A feature of this work is the inclusion of the input value (preliminary approximation) of the takeoff mass $W_{TO }^{in}$ into vector x. Based on $W_{TO}^{in}$, the output (refined) value of the takeoff weight $W_{TO }^{out}$ is calculated, and then the value of the objective function $W_{TO }^{+}$ = $W_{TO }^{out}$ + ψ, where ψ is the value of the penalty function that implements the requirements of the constraints. The convergence of the optimization process is ensured when $W_{TO}^{in}$ ≈ $W_{TO}^{out}$ = $W_{TO}^{+}$. For variable $W_{TO}^{in}$, the first index in vector x should be used. Therefore, in this work, the proposed vector x consists of 14 design variables: x = [$W_{TO}^{in}$, AR₁, AR₂, ${\mathsf{\Lambda }}_1$, ${\mathsf{\Lambda }}_2$, ${\lambda }_1$, ${\lambda }_2$, δ₁, ${\overline{L}}_2$, ${\overline{S}}_2$, V, W/S, δ₂, α], where: $W_{TO}^{in}$—the input value of the takeoff weight, [kg]; AR₁, AR₂—the aspect ratio of the forward and aftward lifting surfaces, respectively; ${\mathsf{\Lambda }}_1$, ${\mathsf{\Lambda }}_2$—sweep angles of the leading edges of the forward and aftward lifting surfaces, respectively, [°]; ${\lambda }_1$, ${\lambda }_2$—taper ratios of the forward and aftward lifting surfaces, respectively; δ₁—incidence angle of the forward lifting surface, [°]; ${\overline{L}}_2={\displaystyle \frac{L_2}{\overline{c}}}$—the relative distance between the lifting surfaces; ${\overline{S}}_2={\displaystyle \frac{S_2}{S_1}}$—the relative area of the aftward lifting surface compared to the forward lifting surface; V—the flight speed, [m/s]; and W/S—lift system loading, [kg/m²]. The values of the incidence angle δ₂ of the aftward lifting surface and the angle of attack α of the aircraft are carried out by the balancing algorithm within the general optimization cycle.
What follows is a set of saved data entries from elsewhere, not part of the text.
[defaults]            # applied to every dataset unless its sidecar says otherwise
level = 0.95
'''


# -------------------------------------------------------------------- calibration


def nitrate_uv() -> None:
    rng = rng_for("calibration/nitrate_uv")
    nitrate = replicate([0.0, 0.5, 1.0, 2.0, 3.0, 5.0], 3)
    absorbance = 0.006 + 0.195 * nitrate + rng.normal(0.0, 0.004, nitrate.size)
    write_csv("calibration/nitrate_uv.csv", [("nitrate", nitrate, 2), ("absorbance", absorbance, 3)])
    write_text(
        "calibration/nitrate_uv.toml",
        '''\
title = "Nitrate by UV absorbance at 220 nm"
description = """
Six nitrate standards, each read three times in a 10 mm quartz cell against a
reagent blank. The line converts a sample's absorbance into nitrate-nitrogen.

Three river samples were read twice each; their mean absorbances are listed
under `calibrate`, and the page gives each one's nitrate with an interval. As a
calibration, the page reads every standard back from the line and tests whether
a straight line is enough.
"""
tags = ["calibration", "nutrients"]
purpose = "calibration"
model = "absorbance ~ nitrate"
units = { nitrate = "mg/L N", absorbance = "AU" }
# Measured absorbances to turn back into nitrate (inverse prediction).
calibrate = [0.132, 0.418, 0.771]
# Each value above is the mean of this many readings of the same sample, which
# narrows the interval compared with a single reading.
readings = 2
# The laboratory's acceptance criteria for this curve, judged on the page
# (`sitegen build --enforce` exits with 3 when one is not met).
requirements.min_r_squared = 0.995
requirements.max_residual_sd = 0.01
requirements.back_calculated_within_percent = 15
requirements.lowest_within_percent = 20
''',
    )


def iron_ferrozine() -> None:
    """Standards over two decades whose scatter grows with the level: weighting matters here."""
    rng = rng_for("calibration/iron_ferrozine")
    iron = replicate([0.02, 0.05, 0.1, 0.2, 0.5, 1.0, 2.0], 3)
    absorbance = (0.0015 + 0.412 * iron) * (1.0 + rng.normal(0.0, 0.035, iron.size)) + rng.normal(
        0.0, 0.0004, iron.size
    )
    write_csv("calibration/iron_ferrozine.csv", [("iron", iron, 3), ("absorbance", absorbance, 4)])
    write_text(
        "calibration/iron_ferrozine.toml",
        '''\
title = "Iron by ferrozine at 562 nm: calibration with a chosen weighting"
description = """
Seven iron standards from 0.02 to 2 mg/L, each prepared and read three times in a
50 mm cell. The scatter of the readings grows with the concentration, so an
unweighted line reads the low standards back poorly; the page compares the
weightings and uses the one that reads the standards back best.
"""
tags = ["calibration", "metals"]
purpose = "calibration"
model = "absorbance ~ iron"
units = { iron = "mg/L Fe", absorbance = "AU" }
weighting = "choose"
# Two tap-water samples, each the mean of two readings, read back through the chosen line.
calibrate = [0.031, 0.262]
readings = 2
''',
    )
An information model for NLP optimization includes tools to calculate an aircraft’s takeoff weight based on design variables and assess compliance with constraints.

2.2.4. Scope and Assumptions

• Scope

The proposed algorithm can be applied to aircraft types limited to the following configurations: flying-wing, normal, canard, and tandem equipped with different types of engines.

• Assumptions

  -

  Aerodynamic characteristics are calculated in subsonic mode, up to Mach number 0.6 due to limitations of the vortex-lattice method for aerodynamics.

  -

  Consider only three main flight modes: climb, cruise, and landing.

  -

  Consider only the aircraft’s longitudinal static stability in determining aerodynamic characteristics and solving the aircraft’s existing equations and constraints.

2.3. Methodology for Selecting the Optimal Parameters of an Aircraft-Type UAV

The proposed method is based on the application of the success-history-based adaptive differential evolution (SHADE) optimization algorithm [52,53,54], utilizing penalty functions [55,56,57], population size reduction methods [58,59,60], and numerical mathematical modeling. The SHADE optimization method involves the transformation of information within populations of individuals.

In the considered problems, an individual represents one of the possible project variants–vector x_s, whose components are specific values of the design variables x_i of the designed aircraft:

$${\mathit{x}}_{\mathit{s}}=[x_1, x_2, \dots x_i, \dots x_n{]}_s, s=1,\dots w$$

where:

${\mathit{x}}_{\mathit{s}}$—the vector design variables of the individual s in the population P_g;

s—index of the individual;

w—number of individuals in the population;

i and n—index and number of design variables in the individual s.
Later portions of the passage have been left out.